(Saved entries)
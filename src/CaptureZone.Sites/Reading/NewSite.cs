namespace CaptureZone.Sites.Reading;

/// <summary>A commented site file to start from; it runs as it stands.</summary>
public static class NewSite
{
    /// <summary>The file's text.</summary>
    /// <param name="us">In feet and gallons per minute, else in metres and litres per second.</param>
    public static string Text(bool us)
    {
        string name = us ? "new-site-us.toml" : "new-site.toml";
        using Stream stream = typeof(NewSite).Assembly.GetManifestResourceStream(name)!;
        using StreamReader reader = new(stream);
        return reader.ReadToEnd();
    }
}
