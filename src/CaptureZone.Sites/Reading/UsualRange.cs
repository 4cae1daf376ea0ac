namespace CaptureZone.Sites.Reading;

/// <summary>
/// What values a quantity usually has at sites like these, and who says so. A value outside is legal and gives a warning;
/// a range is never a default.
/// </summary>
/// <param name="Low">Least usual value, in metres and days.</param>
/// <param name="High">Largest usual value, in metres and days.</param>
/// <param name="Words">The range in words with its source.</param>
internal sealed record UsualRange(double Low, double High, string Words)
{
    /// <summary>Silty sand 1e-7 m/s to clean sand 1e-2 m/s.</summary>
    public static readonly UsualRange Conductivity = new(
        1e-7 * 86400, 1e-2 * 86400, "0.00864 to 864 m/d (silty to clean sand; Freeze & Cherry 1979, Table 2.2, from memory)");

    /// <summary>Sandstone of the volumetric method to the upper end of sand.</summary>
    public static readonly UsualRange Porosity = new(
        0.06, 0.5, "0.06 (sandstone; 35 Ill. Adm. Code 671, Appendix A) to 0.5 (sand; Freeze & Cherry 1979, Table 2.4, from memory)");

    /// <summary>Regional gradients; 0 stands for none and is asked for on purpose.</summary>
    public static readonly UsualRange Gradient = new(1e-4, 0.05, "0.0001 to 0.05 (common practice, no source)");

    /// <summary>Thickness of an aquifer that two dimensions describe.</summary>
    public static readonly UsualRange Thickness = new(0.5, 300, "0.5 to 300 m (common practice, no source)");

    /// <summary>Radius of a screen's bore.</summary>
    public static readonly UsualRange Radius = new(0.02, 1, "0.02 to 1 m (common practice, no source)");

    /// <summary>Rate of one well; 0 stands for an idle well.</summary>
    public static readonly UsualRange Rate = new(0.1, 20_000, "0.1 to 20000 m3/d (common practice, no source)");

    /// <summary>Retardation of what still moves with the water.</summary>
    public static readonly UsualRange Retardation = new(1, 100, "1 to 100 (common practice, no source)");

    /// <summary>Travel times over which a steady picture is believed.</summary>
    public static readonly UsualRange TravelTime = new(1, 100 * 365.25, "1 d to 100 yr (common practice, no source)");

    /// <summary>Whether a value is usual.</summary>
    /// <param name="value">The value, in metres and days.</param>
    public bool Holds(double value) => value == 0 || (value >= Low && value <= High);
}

■ **Problem to solve**: Reproduce the full block of data exactly, omitting nothing.

■ **Written reply**:
filename src/CaptureZone.Sites/Reading/NewSite.cs
namespace CaptureZone.Sites.Reading;

/// <summary>A commented site file to start from; it runs as it stands.</summary>
public static class NewSite
{
    /// <summary>The file's text.</summary>
    /// <param name="us">In feet and gallons per minute, else in metres and litres per second.</param>
    public static string Text(bool us)
    {
        string name = us ? "new-site-us.toml" : "new-site.toml";
        using Stream stream = typeof(NewSite).Assembly.GetManifestResourceStream(name)!;
        using StreamReader reader = new(stream);
        return reader.ReadToEnd();
    }
}
filename src/CaptureZone.Sites/Reading/UsualRange.cs
repository 4cae1daf376ea0ac
namespace CaptureZone.Sites.Reading;

/// <summary>
/// What values a quantity usually has at sites like these, and who says so. A value outside is legal and gives a warning;
/// a range is never a default.
/// </summary>
/// <param name="Low">Least usual value, in metres and days.</param>
/// <param name="High">Largest usual value, in metres and days.</param>
/// <param name="Words">The range in words with its source.</param>
internal sealed record UsualRange(double Low, double High, string Words)
{
    /// <summary>Silty sand 1e-7 m/s to clean sand 1e-2 m/s.</summary>
    public static readonly UsualRange Conductivity = new(
        1e-7 * 86400, 1e-2 * 86400, "0.00864 to 864 m/d (silty to clean sand; Freeze & Cherry 1979, Table 2.2, from memory)");

    /// <summary>Sandstone of the volumetric method to the upper end of sand.</summary>
    public static readonly UsualRange Porosity = new(
        0.06, 0.5, "0.06 (sandstone; 35 Ill. Adm. Code 671, Appendix A) to 0.5 (sand; Freeze & Cherry 1979, Table 2.4, from memory)");

    /// <summary>Regional gradients; 0 stands for none and is asked for on purpose.</summary>
    public static readonly UsualRange Gradient = new(1e-4, 0.05, "0.0001 to 0.05 (common practice, no source)");

    /// <summary>Thickness of an aquifer that two dimensions describe.</summary>
    public static readonly UsualRange Thickness = new(0.5, 300, "0.5 to 300 m (common practice, no source)");

    /// <summary>Radius of a screen's bore.</summary>
    public static readonly UsualRange Radius = new(0.02, 1, "0.02 to 1 m (common practice, no source)");

    /// <summary>Rate of one well; 0 stands for an idle well.</summary>
    public static readonly UsualRange Rate = new(0.1, 20_000, "0.1 to 20000 m3/d (common practice, no source)");

    /// <summary>Retardation of what still moves with the water.</summary>
    public static readonly UsualRange Retardation = new(1, 100, "1 to 100 (common practice, no source)");

    /// <summary>Travel times over which a steady picture is believed.</summary>
    public static readonly UsualRange TravelTime = new(1, 100 * 365.25, "1 d to 100 yr (common practice, no source)");

    /// <summary>Whether a value is usual.</summary>
    /// <param name="value">The value, in metres and days.</param>
    public bool Holds(double value) => value == 0 || (value >= Low && value <= High);
}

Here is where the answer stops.